/---

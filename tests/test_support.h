// Shared helpers for the test suite: named tolerances, one relative-error
// helper; the stages built in code are in fixture_stages.h (shared with
// bench/).
#ifndef HUSHGAIN_TESTS_TEST_SUPPORT_H_
#define HUSHGAIN_TESTS_TEST_SUPPORT_H_

#include <doctest/doctest.h>

#include <cmath>
#include <stdexcept>
#include <string>
#include <vector>

#include "base/physical_constants.h"
#include "budget/budget.h"
#include "budget/compute_budget.h"
#include "circuit/stage.h"
#include "fixture_stages.h"
#include "review/review.h"

namespace hushgain::test {

inline constexpr double kRelTight = 1e-9;     // algebra, rounding only
inline constexpr double kRelIdeal = 1e-6;     // "ideal" op-amp (A0 = 1e12)
inline constexpr double kRelIntegral = 1e-4;  // integration target
inline constexpr double kRelTable = 5e-7;     // 7-digit published tables

inline double RelErr(double actual, double expected) {
  if (expected == 0) return std::fabs(actual);
  return std::fabs(actual - expected) / std::fabs(expected);
}

inline double FourKT(double temperature_k) {
  return 4.0 * kBoltzmannJPerK * temperature_k;
}

// The reviewed budget of `stage` (every review block on, as `budget`
// prints it) at a relative integration tolerance; a failed status fails the
// test with its message.
inline Budget ComputeOrFail(const Stage& stage, double tolerance) {
  ReviewOptions options;
  options.budget.integration.relative_tolerance = tolerance;
  BudgetOutcome outcome = ReviewStage(stage, options);
  REQUIRE_MESSAGE(outcome.status.ok, outcome.status.message);
  return outcome.budget;
}

inline const Contributor& FindContributor(const Budget& b,
                                          const std::string& name) {
  for (const Contributor& c : b.contributors)
    if (c.name == name) return c;
  throw std::runtime_error("no contributor " + name);
}

// An RFC 4180 reader: records end in CRLF (rule 1), fields may be quoted
// (rule 5), a quoted field may hold commas, CR and LF (rule 6) and a
// doubled quote stands for one (rule 7). Fails the test on a bad record.
inline std::vector<std::vector<std::string>> ReadCsv(const std::string& text) {
  std::vector<std::vector<std::string>> records;
  std::vector<std::string> record;
  std::string field;
  std::size_t i = 0;
  while (i < text.size()) {
    if (text[i] == '"' && field.empty()) {
      ++i;
      for (;;) {
        REQUIRE(i < text.size());
        if (text[i] == '"') {
          if (i + 1 < text.size() && text[i + 1] == '"') {
            field += '"';
            i += 2;
            continue;
          }
          ++i;
          break;
        }
        field += text[i++];
      }
      REQUIRE((i == text.size() || text[i] == ',' || text[i] == '\r'));
      continue;
    }
    if (text[i] == ',') {
      record.push_back(field);
      field.clear();
      ++i;
      continue;
    }
    if (text[i] == '\r') {
      REQUIRE(i + 1 < text.size());
      REQUIRE(text[i + 1] == '\n');
      record.push_back(field);
      field.clear();
      records.push_back(record);
      record.clear();
      i += 2;
      continue;
    }
    REQUIRE(text[i] != '\n');  // a bare LF outside quotes is not a record end
    field += text[i++];
  }
  REQUIRE(field.empty());
  REQUIRE(record.empty());  // the last record ends in CRLF too
  return records;
}

}  // namespace hushgain::test

#endif  // HUSHGAIN_TESTS_TEST_SUPPORT_H_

\---

» To do
The answer should be an exact copy of the data.

» Answer area
filename tests/test_support.h
// Shared helpers for the test suite: named tolerances, one relative-error
// helper; the stages built in code are in fixture_stages.h (shared with
// bench/).
#ifndef HUSHGAIN_TESTS_TEST_SUPPORT_H_
#define HUSHGAIN_TESTS_TEST_SUPPORT_H_

#include <doctest/doctest.h>

#include <cmath>
#include <stdexcept>
#include <string>
#include <vector>

#include "base/physical_constants.h"
#include "budget/budget.h"
#include "budget/compute_budget.h"
#include "circuit/stage.h"
#include "fixture_stages.h"
#include "review/review.h"

namespace hushgain::test {

inline constexpr double kRelTight = 1e-9;     // algebra, rounding only
inline constexpr double kRelIdeal = 1e-6;     // "ideal" op-amp (A0 = 1e12)
inline constexpr double kRelIntegral = 1e-4;  // integration target
inline constexpr double kRelTable = 5e-7;     // 7-digit published tables

inline double RelErr(double actual, double expected) {
  if (expected == 0) return std::fabs(actual);
  return std::fabs(actual - expected) / std::fabs(expected);
}

inline double FourKT(double temperature_k) {
  return 4.0 * kBoltzmannJPerK * temperature_k;
}

// The reviewed budget of `stage` (every review block on, as `budget`
// prints it) at a relative integration tolerance; a failed status fails the
// test with its message.
inline Budget ComputeOrFail(const Stage& stage, double tolerance) {
  ReviewOptions options;
  options.budget.integration.relative_tolerance = tolerance;
  BudgetOutcome outcome = ReviewStage(stage, options);
  REQUIRE_MESSAGE(outcome.status.ok, outcome.status.message);
  return outcome.budget;
}

inline const Contributor& FindContributor(const Budget& b,
                                          const std::string& name) {
  for (const Contributor& c : b.contributors)
    if (c.name == name) return c;
  throw std::runtime_error("no contributor " + name);
}

// An RFC 4180 reader: records end in CRLF (rule 1), fields may be quoted
// (rule 5), a quoted field may hold commas, CR and LF (rule 6) and a
// doubled quote stands for one (rule 7). Fails the test on a bad record.
inline std::vector<std::vector<std::string>> ReadCsv(const std::string& text) {
  std::vector<std::vector<std::string>> records;
  std::vector<std::string> record;
  std::string field;
  std::size_t i = 0;
  while (i < text.size()) {
    if (text[i] == '"' && field.empty()) {
      ++i;
      for (;;) {
        REQUIRE(i < text.size());
        if (text[i] == '"') {
          if (i + 1 < text.size() && text[i + 1] == '"') {
            field += '"';
            i += 2;
            continue;
          }
          ++i;
          break;
        }
        field += text[i++];
      }
      REQUIRE((i == text.size() || text[i] == ',' || text[i] == '\r'));
      continue;
    }
    if (text[i] == ',') {
      record.push_back(field);
      field.clear();
      ++i;
      continue;
    }
    if (text[i] == '\r') {
      REQUIRE(i + 1 < text.size());
      REQUIRE(text[i + 1] == '\n');
      record.push_back(field);
      field.clear();
      records.push_back(record);
      record.clear();
      i += 2;
      continue;
    }
    REQUIRE(text[i] != '\n');  // a bare LF outside quotes is not a record end
    field += text[i++];
  }
  REQUIRE(field.empty());
  REQUIRE(record.empty());  // the last record ends in CRLF too
  return records;
}

}  // namespace hushgain::test

#endif  // HUSHGAIN_TESTS_TEST_SUPPORT_H_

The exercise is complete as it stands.